### Material to process
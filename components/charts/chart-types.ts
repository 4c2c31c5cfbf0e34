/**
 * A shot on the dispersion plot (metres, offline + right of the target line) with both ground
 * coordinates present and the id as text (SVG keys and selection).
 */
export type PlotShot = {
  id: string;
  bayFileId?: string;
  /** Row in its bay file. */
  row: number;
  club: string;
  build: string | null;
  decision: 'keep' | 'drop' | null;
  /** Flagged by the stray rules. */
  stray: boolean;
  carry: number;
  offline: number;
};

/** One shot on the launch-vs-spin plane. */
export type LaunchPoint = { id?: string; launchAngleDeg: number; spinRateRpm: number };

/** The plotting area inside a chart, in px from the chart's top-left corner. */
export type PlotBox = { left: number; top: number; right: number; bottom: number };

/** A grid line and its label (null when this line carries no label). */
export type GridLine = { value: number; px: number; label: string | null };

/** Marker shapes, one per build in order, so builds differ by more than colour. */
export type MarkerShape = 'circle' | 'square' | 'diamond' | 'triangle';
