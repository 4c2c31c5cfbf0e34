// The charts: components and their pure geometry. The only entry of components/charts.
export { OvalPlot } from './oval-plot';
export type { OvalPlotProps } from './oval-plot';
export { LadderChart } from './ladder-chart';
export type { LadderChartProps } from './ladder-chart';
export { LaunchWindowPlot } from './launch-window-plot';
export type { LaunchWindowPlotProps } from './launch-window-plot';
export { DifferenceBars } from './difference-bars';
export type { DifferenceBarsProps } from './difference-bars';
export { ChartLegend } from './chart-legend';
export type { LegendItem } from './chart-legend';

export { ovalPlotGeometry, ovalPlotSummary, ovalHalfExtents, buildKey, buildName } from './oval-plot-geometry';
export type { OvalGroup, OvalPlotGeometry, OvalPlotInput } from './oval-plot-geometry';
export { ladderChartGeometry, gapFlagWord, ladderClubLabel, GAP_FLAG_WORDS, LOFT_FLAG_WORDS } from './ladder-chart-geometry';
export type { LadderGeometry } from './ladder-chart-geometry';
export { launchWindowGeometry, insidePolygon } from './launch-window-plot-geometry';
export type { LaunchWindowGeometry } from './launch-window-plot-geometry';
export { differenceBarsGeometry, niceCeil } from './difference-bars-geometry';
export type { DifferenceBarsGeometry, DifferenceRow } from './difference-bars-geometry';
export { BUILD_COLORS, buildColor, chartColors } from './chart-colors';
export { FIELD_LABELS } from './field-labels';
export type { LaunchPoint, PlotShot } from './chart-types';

### Work required
Write the records above out again, exactly as they are.

### Task output
filename components/charts/chart-types.ts
repository 4c2c31c5cfbf0e34
/**
 * A shot on the dispersion plot (metres, offline + right of the target line) with both ground
 * coordinates present and the id as text (SVG keys and selection).
 */
export type PlotShot = {
  id: string;
  bayFileId?: string;
  /** Row in its bay file. */
  row: number;
  club: string;
  build: string | null;
  decision: 'keep' | 'drop' | null;
  /** Flagged by the stray rules. */
  stray: boolean;
  carry: number;
  offline: number;
};

/** One shot on the launch-vs-spin plane. */
export type LaunchPoint = { id?: string; launchAngleDeg: number; spinRateRpm: number };

/** The plotting area inside a chart, in px from the chart's top-left corner. */
export type PlotBox = { left: number; top: number; right: number; bottom: number };

/** A grid line and its label (null when this line carries no label). */
export type GridLine = { value: number; px: number; label: string | null };

/** Marker shapes, one per build in order, so builds differ by more than colour. */
export type MarkerShape = 'circle' | 'square' | 'diamond' | 'triangle';
repository 4c2c31c5cfbf0e34
// The charts: components and their pure geometry. The only entry of components/charts.
export { OvalPlot } from './oval-plot';
export type { OvalPlotProps } from './oval-plot';
export { LadderChart } from './ladder-chart';
export type { LadderChartProps } from './ladder-chart';
export { LaunchWindowPlot } from './launch-window-plot';
export type { LaunchWindowPlotProps } from './launch-window-plot';
export { DifferenceBars } from './difference-bars';
export type { DifferenceBarsProps } from './difference-bars';
export { ChartLegend } from './chart-legend';
export type { LegendItem } from './chart-legend';

export { ovalPlotGeometry, ovalPlotSummary, ovalHalfExtents, buildKey, buildName } from './oval-plot-geometry';
export type { OvalGroup, OvalPlotGeometry, OvalPlotInput } from './oval-plot-geometry';
export { ladderChartGeometry, gapFlagWord, ladderClubLabel, GAP_FLAG_WORDS, LOFT_FLAG_WORDS } from './ladder-chart-geometry';
export type { LadderGeometry } from './ladder-chart-geometry';
export { launchWindowGeometry, insidePolygon } from './launch-window-plot-geometry';
export type { LaunchWindowGeometry } from './launch-window-plot-geometry';
export { differenceBarsGeometry, niceCeil } from './difference-bars-geometry';
export type { DifferenceBarsGeometry, DifferenceRow } from './difference-bars-geometry';
export { BUILD_COLORS, buildColor, chartColors } from './chart-colors';
export { FIELD_LABELS } from './field-labels';
export type { LaunchPoint, PlotShot } from './chart-types';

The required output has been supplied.